§ **YOUR TASK**
Only lines containing "summariseShipment" are wanted from the data below. Copy those lines.

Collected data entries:
######

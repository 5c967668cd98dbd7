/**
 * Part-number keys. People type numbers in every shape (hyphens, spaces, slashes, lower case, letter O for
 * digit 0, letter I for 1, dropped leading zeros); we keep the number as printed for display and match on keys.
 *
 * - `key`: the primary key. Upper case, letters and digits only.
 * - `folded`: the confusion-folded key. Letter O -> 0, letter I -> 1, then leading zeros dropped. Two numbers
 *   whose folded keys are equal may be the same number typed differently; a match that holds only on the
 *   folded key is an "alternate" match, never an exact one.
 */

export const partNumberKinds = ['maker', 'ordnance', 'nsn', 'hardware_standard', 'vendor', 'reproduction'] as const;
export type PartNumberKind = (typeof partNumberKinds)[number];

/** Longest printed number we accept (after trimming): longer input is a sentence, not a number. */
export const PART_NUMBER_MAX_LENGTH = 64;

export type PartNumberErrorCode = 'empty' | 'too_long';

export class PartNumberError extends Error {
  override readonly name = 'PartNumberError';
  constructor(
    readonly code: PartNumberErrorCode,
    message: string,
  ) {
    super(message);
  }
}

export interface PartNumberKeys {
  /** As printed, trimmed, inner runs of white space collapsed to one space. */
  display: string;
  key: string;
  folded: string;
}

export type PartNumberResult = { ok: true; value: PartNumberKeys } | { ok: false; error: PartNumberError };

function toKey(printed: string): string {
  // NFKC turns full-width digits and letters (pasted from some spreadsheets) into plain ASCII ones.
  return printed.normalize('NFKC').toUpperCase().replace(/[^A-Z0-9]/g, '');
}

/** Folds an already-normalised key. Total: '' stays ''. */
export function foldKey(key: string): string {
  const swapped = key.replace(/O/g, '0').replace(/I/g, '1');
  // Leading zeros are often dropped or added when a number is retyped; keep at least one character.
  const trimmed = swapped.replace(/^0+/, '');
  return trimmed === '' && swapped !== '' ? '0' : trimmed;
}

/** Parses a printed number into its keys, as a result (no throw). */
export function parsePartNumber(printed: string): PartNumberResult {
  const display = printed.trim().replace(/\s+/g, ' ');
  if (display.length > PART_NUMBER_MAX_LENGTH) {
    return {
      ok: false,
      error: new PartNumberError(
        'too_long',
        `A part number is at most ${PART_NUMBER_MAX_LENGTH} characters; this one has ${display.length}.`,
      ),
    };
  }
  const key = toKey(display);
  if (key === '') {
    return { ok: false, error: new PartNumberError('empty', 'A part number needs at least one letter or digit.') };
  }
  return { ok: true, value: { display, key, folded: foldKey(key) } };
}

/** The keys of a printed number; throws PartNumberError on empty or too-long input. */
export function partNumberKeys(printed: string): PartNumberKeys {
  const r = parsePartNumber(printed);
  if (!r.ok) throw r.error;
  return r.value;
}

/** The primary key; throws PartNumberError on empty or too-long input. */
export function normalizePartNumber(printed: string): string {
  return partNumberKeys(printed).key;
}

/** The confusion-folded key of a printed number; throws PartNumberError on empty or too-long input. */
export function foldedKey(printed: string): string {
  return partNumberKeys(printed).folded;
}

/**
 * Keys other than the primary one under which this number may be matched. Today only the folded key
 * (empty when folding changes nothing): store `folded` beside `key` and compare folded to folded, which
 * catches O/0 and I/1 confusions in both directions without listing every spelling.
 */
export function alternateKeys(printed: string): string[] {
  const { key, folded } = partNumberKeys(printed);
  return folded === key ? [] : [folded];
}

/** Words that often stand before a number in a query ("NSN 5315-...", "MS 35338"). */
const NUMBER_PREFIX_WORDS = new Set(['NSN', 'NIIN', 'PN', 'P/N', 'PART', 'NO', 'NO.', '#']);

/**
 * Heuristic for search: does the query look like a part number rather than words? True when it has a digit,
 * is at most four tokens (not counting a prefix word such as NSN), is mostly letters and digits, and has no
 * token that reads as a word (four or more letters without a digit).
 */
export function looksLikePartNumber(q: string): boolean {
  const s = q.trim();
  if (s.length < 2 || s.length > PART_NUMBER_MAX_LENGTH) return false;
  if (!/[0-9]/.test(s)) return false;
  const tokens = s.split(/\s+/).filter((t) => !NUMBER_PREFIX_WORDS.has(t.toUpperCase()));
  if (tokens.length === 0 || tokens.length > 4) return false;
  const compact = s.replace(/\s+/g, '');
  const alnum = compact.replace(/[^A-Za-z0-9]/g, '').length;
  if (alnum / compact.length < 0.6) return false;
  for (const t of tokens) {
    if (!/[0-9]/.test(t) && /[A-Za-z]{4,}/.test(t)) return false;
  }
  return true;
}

######

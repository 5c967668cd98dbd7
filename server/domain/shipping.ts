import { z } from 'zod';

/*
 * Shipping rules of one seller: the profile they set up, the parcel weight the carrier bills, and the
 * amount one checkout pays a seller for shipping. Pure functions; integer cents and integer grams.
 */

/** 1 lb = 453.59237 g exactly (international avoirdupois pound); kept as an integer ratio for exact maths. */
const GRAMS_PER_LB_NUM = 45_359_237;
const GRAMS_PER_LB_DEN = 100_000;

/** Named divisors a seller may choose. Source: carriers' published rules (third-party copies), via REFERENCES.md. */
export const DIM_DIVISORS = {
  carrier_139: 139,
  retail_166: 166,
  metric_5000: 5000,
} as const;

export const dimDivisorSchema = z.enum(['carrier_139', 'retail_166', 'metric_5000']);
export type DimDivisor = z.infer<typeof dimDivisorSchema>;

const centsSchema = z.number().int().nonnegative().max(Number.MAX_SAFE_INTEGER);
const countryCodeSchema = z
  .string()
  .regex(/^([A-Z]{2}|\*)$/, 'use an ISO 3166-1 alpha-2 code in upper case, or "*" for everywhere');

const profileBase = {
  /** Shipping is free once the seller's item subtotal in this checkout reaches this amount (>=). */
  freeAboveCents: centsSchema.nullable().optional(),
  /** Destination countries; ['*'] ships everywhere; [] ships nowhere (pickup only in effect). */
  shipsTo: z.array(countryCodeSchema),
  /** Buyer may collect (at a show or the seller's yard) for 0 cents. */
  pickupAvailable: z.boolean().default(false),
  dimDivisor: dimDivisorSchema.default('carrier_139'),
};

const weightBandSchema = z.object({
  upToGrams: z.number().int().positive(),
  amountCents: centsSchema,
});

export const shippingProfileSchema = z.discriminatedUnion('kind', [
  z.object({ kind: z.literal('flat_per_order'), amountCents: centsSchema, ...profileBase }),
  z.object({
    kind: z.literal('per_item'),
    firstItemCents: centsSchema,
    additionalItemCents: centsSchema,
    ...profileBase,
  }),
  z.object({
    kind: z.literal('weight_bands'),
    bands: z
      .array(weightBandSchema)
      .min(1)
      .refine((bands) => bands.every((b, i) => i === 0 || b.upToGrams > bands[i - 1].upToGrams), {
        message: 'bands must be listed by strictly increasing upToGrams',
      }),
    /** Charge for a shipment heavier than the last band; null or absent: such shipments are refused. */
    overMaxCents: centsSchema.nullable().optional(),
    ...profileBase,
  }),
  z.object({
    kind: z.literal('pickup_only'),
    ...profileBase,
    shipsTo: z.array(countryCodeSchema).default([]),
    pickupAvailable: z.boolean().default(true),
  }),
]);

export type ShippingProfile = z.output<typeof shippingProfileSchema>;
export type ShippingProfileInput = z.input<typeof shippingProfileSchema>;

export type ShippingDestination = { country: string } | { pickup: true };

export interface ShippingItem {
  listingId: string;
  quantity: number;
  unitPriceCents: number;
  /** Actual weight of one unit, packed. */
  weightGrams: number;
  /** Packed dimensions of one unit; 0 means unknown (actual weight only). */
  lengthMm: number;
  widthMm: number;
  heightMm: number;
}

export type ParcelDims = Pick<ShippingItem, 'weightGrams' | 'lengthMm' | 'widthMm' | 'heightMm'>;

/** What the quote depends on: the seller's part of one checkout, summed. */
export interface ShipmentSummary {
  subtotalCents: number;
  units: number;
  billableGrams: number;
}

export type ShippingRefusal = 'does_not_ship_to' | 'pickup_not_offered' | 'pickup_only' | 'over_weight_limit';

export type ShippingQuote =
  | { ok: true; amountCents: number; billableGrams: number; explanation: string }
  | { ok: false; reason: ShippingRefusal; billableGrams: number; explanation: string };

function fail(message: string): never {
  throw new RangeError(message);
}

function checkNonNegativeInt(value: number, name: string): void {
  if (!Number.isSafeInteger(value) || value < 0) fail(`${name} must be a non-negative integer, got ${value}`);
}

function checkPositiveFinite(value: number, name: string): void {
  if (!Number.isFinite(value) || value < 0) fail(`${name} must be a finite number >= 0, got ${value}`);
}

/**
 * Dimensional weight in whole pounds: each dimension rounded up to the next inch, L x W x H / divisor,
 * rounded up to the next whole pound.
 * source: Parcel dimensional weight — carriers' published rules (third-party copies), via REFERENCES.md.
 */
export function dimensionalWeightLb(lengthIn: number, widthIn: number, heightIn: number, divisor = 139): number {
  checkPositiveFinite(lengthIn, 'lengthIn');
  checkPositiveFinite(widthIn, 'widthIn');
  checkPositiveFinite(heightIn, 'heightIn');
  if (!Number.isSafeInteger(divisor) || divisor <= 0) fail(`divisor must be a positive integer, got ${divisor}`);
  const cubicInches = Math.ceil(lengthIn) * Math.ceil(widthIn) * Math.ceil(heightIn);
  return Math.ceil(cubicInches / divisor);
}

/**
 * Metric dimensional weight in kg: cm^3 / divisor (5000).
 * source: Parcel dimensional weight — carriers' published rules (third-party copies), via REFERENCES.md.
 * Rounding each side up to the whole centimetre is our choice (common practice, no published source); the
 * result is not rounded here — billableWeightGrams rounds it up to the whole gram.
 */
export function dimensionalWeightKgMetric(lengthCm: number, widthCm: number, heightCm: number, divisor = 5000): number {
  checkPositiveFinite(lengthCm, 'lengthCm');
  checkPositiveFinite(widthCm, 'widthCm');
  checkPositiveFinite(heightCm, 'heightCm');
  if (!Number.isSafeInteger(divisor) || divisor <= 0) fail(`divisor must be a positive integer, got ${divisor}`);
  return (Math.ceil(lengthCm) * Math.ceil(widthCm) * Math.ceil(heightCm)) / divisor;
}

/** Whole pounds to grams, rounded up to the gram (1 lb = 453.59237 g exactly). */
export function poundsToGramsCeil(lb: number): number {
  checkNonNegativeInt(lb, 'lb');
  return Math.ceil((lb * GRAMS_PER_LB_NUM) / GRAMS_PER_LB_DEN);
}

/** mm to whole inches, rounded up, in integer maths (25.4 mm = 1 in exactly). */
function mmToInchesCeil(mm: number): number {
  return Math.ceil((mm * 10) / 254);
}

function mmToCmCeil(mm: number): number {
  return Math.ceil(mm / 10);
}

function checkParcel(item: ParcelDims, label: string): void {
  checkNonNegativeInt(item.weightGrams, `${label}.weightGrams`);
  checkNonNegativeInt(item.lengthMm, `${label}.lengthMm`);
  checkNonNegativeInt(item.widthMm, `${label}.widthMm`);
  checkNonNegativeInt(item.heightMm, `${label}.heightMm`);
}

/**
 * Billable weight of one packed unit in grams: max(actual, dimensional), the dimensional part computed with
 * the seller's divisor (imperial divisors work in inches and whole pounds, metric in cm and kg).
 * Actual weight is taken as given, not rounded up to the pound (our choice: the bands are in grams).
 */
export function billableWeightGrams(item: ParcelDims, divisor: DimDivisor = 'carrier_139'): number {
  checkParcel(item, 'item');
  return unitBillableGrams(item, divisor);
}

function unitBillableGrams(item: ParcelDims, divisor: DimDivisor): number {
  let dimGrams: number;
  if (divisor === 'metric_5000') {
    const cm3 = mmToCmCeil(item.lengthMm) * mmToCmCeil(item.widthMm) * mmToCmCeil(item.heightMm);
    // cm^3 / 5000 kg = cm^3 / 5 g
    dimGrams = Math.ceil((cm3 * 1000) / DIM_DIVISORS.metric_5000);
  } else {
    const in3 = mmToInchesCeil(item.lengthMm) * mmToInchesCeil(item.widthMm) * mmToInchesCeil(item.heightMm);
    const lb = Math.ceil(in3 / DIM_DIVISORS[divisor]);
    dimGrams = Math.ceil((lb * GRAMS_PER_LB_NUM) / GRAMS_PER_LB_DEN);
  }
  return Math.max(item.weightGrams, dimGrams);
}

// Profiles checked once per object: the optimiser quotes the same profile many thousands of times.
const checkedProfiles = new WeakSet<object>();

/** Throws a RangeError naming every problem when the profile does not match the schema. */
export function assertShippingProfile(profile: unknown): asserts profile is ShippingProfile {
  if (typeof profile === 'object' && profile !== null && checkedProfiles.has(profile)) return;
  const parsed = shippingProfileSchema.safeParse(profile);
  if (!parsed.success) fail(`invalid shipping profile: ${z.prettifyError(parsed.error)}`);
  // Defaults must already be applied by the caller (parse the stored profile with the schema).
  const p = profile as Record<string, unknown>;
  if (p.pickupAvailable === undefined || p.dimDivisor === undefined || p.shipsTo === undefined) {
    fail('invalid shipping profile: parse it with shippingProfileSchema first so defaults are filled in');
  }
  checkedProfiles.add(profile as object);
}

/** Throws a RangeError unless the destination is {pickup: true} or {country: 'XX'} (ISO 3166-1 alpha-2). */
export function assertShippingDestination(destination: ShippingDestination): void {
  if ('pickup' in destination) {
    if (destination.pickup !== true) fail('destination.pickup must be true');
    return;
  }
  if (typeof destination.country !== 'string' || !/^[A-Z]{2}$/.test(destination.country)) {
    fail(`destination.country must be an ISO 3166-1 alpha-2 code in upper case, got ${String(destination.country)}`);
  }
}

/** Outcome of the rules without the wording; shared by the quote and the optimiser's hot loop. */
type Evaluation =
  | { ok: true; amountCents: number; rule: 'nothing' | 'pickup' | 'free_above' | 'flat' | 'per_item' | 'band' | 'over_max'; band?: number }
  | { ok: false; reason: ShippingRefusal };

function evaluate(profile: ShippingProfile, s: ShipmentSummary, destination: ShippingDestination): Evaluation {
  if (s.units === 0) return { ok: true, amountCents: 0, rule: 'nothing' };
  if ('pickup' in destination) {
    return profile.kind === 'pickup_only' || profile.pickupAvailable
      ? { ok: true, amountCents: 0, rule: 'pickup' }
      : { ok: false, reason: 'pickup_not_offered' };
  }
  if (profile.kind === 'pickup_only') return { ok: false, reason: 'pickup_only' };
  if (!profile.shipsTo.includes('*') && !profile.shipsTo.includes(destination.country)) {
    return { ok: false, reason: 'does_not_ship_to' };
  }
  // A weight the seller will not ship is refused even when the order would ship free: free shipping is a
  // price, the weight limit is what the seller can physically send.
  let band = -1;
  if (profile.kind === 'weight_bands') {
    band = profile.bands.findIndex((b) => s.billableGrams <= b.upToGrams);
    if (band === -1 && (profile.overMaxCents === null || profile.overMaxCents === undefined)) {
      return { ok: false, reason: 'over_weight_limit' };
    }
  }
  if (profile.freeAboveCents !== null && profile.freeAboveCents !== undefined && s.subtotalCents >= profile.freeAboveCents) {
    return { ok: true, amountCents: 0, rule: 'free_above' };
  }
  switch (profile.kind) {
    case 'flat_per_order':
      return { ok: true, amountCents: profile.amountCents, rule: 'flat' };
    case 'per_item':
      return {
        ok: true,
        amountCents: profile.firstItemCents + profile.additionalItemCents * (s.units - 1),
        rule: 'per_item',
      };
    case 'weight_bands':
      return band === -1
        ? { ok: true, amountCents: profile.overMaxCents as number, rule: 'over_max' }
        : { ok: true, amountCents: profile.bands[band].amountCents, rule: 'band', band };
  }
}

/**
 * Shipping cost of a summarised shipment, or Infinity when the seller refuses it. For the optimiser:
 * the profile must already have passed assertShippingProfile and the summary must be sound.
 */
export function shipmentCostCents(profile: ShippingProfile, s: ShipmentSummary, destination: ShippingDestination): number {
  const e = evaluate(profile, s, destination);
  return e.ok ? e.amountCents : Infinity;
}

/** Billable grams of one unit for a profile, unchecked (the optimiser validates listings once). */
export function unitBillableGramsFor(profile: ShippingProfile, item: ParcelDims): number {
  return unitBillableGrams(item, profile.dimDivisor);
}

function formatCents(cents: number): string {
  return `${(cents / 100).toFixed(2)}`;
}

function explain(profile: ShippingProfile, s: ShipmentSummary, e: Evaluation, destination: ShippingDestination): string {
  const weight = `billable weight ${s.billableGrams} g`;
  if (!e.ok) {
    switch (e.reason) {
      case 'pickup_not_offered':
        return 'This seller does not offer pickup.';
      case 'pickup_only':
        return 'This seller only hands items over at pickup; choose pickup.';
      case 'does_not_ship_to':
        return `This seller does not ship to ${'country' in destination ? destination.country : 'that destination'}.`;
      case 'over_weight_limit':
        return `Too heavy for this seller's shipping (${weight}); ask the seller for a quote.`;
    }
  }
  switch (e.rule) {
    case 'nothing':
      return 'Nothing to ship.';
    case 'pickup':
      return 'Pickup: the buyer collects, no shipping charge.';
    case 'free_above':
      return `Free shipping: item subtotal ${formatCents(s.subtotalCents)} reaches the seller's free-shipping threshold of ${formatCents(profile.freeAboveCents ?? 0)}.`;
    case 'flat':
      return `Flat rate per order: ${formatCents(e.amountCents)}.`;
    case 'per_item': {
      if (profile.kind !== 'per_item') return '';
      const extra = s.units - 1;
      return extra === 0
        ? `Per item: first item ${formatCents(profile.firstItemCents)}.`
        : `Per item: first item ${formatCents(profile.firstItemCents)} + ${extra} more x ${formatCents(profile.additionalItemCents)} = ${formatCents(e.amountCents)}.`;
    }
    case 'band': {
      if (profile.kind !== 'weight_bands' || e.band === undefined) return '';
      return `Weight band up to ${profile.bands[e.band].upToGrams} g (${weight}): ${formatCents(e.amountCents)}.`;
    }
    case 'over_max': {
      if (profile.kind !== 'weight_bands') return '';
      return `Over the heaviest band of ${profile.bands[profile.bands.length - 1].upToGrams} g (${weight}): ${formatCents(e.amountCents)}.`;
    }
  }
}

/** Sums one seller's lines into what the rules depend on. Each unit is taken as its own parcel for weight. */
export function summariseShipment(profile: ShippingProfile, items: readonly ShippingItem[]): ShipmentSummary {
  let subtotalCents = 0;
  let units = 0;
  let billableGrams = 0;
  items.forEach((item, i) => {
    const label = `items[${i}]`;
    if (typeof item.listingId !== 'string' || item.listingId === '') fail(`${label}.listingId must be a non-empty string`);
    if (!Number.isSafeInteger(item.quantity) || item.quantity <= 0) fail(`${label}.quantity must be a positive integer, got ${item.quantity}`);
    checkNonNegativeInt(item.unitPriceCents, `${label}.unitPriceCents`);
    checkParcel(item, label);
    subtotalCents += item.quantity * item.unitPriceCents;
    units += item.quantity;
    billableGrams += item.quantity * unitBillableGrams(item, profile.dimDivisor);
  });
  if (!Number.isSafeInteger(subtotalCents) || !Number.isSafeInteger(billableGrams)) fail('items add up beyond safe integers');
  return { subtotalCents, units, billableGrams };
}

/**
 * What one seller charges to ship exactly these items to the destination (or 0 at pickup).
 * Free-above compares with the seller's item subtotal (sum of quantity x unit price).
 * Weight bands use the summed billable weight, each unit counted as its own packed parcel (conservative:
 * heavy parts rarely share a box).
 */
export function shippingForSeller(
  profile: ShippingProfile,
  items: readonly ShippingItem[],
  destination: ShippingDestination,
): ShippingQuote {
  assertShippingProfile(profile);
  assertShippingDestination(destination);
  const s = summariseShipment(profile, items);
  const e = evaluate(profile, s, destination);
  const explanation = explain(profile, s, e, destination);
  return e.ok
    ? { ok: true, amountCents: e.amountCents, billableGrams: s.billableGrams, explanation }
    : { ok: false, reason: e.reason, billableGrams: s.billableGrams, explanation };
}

######

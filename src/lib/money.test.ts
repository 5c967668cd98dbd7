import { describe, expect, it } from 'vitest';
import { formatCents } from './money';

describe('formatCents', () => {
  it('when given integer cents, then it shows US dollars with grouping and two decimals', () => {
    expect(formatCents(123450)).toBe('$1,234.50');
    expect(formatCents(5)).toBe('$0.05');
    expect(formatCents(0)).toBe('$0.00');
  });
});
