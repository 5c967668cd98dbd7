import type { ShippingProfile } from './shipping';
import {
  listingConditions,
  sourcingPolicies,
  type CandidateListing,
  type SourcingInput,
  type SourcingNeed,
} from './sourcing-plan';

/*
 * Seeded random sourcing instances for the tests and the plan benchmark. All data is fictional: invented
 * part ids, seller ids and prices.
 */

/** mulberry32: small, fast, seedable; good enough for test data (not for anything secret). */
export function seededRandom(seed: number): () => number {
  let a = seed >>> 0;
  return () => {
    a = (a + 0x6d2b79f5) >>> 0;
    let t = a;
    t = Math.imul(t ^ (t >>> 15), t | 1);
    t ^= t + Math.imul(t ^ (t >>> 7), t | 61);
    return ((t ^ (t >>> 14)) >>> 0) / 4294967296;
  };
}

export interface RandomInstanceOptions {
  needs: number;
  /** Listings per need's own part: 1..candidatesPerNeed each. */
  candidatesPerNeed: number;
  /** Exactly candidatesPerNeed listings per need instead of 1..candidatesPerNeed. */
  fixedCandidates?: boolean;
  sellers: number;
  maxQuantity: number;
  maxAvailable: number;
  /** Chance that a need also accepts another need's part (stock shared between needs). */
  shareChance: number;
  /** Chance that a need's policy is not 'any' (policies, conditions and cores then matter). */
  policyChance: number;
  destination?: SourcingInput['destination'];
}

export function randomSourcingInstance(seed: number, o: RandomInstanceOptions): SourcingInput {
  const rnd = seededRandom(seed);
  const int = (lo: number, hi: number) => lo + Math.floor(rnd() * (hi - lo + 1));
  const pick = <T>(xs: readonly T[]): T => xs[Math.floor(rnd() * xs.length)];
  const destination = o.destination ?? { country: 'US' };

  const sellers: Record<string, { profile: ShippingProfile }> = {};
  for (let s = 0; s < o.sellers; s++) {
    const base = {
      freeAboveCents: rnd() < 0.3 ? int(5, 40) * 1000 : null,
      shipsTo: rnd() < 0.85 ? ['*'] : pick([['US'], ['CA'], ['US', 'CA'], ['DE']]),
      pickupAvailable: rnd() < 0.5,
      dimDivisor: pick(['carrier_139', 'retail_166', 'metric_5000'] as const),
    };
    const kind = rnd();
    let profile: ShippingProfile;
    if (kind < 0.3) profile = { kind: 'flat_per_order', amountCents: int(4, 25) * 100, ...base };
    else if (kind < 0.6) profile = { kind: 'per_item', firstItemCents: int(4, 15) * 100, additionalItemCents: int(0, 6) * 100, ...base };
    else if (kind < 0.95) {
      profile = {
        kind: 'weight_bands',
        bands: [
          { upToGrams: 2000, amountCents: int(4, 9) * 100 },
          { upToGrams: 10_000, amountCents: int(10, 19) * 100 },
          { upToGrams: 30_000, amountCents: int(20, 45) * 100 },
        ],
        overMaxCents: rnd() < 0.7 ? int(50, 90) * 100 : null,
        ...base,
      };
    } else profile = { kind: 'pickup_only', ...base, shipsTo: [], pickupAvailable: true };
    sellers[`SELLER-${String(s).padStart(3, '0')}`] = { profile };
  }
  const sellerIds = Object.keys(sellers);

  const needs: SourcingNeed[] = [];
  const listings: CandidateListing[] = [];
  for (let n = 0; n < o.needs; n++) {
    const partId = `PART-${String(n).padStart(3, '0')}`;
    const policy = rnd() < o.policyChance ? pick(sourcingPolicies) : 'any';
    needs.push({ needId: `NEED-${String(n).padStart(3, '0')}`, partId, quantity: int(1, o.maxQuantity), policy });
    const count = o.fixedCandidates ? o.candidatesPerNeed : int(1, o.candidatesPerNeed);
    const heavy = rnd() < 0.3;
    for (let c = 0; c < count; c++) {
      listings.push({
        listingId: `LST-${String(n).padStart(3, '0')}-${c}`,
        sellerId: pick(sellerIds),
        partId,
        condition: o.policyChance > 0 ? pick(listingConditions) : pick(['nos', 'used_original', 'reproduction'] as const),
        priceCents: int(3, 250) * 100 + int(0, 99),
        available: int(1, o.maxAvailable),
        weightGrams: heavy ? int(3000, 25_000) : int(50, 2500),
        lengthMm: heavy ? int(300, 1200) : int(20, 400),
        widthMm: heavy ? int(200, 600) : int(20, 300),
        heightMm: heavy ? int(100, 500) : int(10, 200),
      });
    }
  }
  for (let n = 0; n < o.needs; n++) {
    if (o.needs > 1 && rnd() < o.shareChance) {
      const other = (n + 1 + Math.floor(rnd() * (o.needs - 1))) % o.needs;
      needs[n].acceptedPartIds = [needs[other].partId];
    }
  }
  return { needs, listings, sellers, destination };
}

######

§ **TASK RESULT**
export function summariseShipment(profile: ShippingProfile, items: readonly ShippingItem[]): ShipmentSummary {
  const s = summariseShipment(profile, items);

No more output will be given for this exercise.